Task to carry out: Please print the entries below exactly, from the line with "page.mouse.down()" through the line with "of one number", including both of those lines and leaving out all others.

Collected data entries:
^^^^

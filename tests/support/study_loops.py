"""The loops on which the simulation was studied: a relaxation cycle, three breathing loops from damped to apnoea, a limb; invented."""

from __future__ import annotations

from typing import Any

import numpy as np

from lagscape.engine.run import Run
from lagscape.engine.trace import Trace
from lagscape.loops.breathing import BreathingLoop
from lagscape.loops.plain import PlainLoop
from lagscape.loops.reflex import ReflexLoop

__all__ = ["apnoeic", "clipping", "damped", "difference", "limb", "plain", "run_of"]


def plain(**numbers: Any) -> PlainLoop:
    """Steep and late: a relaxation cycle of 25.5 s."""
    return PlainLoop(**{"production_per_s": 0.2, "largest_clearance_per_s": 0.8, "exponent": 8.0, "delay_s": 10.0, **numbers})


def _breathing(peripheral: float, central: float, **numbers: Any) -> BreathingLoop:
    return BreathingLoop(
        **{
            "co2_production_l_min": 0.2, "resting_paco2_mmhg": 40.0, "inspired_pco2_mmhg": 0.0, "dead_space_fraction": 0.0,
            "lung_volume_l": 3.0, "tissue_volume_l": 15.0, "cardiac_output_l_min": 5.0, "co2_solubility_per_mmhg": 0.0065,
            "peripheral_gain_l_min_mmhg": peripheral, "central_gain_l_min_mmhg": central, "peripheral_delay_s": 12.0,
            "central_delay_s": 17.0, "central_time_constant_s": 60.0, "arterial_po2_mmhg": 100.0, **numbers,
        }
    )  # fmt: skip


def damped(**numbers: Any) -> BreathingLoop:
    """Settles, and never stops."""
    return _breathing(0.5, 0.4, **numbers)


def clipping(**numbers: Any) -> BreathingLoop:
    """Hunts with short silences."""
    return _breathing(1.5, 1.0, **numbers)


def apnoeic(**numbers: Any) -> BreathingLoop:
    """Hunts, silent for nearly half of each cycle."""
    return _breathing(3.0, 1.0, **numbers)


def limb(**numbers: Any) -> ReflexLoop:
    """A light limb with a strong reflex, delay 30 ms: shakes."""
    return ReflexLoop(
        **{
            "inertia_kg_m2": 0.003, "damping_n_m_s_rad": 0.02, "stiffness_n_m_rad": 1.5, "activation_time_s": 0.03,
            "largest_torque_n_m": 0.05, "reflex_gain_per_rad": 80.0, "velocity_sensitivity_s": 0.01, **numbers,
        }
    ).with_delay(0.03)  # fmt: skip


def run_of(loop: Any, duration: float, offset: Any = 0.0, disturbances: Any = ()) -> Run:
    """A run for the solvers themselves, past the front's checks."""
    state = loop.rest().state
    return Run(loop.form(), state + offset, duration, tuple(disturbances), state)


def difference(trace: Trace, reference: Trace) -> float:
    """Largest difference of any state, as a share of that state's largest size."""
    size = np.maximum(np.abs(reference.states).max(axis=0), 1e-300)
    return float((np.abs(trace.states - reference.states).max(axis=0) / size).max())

^^^^

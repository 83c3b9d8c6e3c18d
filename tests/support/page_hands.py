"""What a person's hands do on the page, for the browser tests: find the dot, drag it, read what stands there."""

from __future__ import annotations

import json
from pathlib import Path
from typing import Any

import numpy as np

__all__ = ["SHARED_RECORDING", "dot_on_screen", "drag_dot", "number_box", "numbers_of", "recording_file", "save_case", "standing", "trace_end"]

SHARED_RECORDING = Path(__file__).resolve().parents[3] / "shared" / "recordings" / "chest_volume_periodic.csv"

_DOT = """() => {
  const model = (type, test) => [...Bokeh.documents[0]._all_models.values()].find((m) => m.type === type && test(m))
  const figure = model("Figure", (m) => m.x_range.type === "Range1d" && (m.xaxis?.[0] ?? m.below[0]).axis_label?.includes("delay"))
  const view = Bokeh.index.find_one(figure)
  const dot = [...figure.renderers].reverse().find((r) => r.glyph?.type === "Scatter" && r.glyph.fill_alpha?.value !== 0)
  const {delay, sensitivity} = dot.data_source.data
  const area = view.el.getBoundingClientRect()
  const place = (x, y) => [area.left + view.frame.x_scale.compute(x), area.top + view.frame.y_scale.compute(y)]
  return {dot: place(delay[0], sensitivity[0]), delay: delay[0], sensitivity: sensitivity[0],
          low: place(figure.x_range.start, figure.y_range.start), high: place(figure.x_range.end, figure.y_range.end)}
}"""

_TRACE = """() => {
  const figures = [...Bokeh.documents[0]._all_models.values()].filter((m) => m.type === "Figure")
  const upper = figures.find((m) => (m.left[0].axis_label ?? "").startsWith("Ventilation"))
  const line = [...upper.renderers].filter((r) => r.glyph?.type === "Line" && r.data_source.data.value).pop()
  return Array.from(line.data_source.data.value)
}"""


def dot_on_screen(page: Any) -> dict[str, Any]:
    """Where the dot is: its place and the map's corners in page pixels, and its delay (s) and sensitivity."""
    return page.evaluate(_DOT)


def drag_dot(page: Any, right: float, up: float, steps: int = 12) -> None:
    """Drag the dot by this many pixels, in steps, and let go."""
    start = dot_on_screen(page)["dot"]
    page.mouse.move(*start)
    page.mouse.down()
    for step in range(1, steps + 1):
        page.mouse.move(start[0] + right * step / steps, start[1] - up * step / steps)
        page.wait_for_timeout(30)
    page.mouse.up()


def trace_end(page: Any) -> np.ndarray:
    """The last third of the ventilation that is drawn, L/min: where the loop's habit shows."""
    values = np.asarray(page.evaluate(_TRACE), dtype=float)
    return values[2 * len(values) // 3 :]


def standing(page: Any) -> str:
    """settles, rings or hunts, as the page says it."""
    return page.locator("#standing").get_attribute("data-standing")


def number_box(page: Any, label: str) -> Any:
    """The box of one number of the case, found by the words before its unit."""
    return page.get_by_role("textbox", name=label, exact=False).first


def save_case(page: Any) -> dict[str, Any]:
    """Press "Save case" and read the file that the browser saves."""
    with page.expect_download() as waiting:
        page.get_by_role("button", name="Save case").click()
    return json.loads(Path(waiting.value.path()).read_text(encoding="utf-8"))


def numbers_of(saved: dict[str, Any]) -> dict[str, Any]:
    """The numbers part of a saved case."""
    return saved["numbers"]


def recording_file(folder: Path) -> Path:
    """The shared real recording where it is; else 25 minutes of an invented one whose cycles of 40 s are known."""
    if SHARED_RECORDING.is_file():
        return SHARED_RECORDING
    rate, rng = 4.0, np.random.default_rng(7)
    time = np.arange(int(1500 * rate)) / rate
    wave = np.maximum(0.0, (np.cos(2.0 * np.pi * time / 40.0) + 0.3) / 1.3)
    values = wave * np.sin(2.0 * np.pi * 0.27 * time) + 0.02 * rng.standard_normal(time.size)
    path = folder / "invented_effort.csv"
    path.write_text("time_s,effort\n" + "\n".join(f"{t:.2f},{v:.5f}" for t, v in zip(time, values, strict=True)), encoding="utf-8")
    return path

^^^^

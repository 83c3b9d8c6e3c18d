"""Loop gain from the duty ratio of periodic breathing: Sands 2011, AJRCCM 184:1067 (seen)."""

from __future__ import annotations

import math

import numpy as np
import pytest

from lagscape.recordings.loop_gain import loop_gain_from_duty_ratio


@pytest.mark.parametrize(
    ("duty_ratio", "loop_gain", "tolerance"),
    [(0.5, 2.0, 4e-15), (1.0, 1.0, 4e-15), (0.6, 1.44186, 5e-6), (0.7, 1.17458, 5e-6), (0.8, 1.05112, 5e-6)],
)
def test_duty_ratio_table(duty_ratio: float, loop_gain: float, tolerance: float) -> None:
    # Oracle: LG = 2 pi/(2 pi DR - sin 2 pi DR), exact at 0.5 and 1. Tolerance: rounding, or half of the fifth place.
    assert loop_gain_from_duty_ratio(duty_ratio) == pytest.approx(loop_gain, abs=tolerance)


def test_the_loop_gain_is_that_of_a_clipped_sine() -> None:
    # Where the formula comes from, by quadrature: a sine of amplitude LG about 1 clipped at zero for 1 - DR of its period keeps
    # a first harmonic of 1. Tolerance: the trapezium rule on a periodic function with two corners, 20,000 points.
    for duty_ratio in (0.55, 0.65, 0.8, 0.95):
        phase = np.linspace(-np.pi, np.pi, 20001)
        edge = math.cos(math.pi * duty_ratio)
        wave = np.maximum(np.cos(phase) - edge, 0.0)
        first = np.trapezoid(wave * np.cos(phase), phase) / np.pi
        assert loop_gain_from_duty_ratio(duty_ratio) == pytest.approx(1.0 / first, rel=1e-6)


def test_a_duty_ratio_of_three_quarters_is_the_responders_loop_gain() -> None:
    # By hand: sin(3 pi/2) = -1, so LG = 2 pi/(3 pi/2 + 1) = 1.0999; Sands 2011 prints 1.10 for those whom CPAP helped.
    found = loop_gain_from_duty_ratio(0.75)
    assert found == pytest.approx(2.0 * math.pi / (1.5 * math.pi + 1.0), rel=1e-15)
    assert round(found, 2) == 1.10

^^^^

Answer space:
    page.mouse.down()
    for step in range(1, steps + 1):
        page.mouse.move(start[0] + right * step / steps, start[1] - up * step / steps)
        page.wait_for_timeout(30)
    page.mouse.up()


def trace_end(page: Any) -> np.ndarray:
    """The last third of the ventilation that is drawn, L/min: where the loop's habit shows."""
    values = np.asarray(page.evaluate(_TRACE), dtype=float)
    return values[2 * len(values) // 3 :]


def standing(page: Any) -> str:
    """settles, rings or hunts, as the page says it."""
    return page.locator("#standing").get_attribute("data-standing")


def number_box(page: Any, label: str) -> Any:
    """The box of one number of the case, found by the words before its unit."""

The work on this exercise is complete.